TASK:
Repeat exactly the lines from the start of the entries below through the line containing "share), and of". Omit the rest.

DATA SUPPLIED:

· · ·

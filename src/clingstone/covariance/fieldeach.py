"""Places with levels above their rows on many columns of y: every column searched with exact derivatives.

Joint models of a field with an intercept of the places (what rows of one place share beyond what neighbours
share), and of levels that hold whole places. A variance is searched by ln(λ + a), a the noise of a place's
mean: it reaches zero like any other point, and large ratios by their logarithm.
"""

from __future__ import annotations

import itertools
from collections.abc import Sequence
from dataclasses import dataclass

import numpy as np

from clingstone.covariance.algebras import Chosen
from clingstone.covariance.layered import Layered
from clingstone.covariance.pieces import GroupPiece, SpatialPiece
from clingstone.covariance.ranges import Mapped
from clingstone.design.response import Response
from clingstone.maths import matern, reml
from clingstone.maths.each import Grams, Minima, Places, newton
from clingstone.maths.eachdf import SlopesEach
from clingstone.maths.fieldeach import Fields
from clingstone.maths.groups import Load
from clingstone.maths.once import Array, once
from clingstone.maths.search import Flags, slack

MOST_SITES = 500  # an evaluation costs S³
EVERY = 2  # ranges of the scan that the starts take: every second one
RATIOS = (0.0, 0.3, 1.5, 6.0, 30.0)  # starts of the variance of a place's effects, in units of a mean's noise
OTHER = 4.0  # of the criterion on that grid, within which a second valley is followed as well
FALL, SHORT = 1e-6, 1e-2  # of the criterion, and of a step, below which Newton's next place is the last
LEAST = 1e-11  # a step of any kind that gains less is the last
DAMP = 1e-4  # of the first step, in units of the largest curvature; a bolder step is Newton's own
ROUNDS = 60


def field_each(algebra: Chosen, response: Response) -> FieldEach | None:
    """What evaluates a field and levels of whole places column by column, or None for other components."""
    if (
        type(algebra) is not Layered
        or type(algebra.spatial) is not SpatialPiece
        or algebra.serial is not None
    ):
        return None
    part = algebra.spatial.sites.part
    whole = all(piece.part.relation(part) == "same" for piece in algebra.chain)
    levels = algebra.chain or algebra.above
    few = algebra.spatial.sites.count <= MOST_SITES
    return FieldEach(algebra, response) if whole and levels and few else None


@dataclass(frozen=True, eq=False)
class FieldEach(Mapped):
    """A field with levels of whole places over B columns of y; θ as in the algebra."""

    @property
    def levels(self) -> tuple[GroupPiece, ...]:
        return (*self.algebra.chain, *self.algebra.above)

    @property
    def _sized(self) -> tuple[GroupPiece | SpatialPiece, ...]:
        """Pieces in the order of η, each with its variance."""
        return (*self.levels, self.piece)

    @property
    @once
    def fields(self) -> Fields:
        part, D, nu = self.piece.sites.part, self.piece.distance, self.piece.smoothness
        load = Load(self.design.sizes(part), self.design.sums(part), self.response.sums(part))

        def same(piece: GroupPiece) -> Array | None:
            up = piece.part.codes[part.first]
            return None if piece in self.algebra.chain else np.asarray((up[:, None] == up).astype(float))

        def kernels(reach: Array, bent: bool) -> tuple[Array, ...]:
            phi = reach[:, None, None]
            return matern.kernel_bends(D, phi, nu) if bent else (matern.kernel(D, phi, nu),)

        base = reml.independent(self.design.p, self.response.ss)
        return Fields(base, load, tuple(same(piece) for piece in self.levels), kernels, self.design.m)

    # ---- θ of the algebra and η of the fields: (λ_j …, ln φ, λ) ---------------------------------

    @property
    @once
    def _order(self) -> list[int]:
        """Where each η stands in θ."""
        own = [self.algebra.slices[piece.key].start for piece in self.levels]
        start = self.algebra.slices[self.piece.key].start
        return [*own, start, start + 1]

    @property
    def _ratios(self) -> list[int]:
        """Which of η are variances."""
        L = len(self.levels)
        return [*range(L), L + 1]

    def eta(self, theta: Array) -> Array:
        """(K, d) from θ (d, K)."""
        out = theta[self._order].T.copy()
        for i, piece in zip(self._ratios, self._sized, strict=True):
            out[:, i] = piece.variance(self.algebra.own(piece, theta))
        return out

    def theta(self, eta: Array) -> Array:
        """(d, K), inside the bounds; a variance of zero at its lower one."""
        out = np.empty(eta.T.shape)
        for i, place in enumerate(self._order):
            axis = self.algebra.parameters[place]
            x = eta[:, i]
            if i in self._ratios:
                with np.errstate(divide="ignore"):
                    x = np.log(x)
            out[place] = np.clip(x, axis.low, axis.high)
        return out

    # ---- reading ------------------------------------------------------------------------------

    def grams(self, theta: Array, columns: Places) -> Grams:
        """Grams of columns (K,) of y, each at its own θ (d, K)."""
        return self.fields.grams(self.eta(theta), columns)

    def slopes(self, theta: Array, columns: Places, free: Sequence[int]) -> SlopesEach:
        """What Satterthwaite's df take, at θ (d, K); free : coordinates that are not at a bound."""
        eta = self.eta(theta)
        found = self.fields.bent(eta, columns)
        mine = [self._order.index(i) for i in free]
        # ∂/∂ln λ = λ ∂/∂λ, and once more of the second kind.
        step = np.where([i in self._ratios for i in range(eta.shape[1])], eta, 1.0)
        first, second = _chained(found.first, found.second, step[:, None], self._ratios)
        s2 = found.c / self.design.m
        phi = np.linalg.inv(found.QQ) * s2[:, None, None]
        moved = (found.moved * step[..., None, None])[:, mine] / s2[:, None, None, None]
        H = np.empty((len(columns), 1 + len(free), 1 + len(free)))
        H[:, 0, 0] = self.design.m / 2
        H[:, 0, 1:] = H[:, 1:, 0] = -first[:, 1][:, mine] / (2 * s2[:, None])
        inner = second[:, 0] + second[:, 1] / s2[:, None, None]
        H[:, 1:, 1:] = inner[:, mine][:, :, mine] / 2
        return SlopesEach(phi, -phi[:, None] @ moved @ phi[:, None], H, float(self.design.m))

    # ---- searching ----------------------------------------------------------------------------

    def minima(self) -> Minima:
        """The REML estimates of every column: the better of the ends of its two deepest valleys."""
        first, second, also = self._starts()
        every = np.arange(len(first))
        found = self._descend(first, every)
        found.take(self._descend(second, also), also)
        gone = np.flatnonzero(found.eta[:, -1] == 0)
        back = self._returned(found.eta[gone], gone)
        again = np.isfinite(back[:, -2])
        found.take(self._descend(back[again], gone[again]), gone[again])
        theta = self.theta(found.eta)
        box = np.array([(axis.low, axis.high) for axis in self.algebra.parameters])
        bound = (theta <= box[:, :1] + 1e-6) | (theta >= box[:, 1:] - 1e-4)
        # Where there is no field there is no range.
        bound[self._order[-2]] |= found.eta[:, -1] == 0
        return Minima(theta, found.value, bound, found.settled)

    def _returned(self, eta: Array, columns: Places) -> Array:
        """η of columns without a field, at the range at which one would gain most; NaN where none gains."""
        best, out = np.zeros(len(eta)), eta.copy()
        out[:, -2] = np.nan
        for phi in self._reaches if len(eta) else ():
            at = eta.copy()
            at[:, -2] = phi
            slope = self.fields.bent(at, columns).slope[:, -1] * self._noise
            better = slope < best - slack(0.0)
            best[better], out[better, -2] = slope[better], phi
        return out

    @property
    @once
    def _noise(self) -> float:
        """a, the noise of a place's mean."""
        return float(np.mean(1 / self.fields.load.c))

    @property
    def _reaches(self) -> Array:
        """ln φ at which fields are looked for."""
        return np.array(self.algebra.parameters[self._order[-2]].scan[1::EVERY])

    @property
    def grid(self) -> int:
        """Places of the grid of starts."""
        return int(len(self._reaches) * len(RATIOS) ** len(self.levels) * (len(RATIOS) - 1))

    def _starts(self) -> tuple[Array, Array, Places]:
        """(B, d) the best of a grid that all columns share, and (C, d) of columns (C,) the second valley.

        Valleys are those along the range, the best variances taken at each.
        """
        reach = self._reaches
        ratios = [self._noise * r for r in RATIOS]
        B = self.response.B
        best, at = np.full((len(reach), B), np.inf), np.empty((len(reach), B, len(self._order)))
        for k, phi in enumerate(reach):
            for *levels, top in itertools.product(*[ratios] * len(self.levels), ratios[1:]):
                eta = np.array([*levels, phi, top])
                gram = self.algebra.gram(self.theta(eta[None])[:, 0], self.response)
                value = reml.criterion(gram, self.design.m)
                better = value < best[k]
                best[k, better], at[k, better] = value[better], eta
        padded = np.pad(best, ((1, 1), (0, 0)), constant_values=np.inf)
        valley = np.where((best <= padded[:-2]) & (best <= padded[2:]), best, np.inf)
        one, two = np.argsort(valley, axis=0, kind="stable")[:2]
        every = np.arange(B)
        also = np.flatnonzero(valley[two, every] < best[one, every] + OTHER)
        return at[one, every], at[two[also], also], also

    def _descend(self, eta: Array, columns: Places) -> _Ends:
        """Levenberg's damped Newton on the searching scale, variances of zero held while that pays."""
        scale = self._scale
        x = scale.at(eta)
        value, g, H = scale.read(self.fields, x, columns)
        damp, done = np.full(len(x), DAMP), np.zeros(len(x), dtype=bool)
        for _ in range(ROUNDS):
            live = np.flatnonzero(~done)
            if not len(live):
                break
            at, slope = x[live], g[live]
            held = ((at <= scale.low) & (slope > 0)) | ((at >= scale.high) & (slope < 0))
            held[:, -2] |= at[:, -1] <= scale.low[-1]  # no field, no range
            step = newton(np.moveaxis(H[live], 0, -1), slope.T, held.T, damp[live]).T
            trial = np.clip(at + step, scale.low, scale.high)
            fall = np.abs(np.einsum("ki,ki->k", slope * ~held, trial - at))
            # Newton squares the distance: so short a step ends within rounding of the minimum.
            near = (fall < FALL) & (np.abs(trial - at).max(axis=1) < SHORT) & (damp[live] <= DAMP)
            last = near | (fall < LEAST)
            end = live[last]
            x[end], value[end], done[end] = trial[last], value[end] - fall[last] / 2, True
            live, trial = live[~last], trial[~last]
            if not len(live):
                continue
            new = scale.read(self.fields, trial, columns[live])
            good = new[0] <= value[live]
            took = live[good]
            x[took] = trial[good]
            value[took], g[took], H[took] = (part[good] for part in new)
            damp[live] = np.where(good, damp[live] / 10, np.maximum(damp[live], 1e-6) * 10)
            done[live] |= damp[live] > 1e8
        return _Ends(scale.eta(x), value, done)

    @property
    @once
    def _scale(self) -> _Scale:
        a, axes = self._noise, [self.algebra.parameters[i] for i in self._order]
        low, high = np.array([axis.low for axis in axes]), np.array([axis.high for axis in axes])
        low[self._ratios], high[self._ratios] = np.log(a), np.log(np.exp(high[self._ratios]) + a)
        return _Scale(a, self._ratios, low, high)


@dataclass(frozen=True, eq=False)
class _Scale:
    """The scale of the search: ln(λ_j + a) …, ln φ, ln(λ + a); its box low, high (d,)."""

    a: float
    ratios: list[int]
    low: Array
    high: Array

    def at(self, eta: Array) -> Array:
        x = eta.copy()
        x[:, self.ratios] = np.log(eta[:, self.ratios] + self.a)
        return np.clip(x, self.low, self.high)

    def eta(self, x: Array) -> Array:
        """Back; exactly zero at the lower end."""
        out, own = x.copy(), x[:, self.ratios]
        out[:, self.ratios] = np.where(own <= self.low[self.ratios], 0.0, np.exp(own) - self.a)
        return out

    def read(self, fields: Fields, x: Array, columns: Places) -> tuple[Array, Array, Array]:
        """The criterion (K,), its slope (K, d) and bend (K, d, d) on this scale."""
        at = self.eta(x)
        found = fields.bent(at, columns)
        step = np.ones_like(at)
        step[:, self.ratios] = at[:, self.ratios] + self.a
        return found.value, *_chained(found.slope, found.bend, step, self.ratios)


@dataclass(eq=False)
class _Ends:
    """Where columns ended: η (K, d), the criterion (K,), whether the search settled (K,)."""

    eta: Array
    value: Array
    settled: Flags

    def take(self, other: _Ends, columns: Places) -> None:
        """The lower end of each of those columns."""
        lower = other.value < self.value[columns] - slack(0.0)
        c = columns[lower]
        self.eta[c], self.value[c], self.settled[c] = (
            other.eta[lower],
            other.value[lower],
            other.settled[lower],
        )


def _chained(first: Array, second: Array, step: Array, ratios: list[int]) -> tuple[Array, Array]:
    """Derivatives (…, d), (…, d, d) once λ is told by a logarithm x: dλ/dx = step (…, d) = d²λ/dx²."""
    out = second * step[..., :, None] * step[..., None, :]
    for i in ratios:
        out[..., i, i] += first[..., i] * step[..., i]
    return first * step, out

· · ·

WRITTEN RESPONSE:
filename src/clingstone/covariance/fieldeach.py
"""Places with levels above their rows on many columns of y: every column searched with exact derivatives.

Joint models of a field with an intercept of the places (what rows of one place share beyond what neighbours
share), and of levels that hold whole places. A variance is searched by ln(λ + a), a the noise of a place's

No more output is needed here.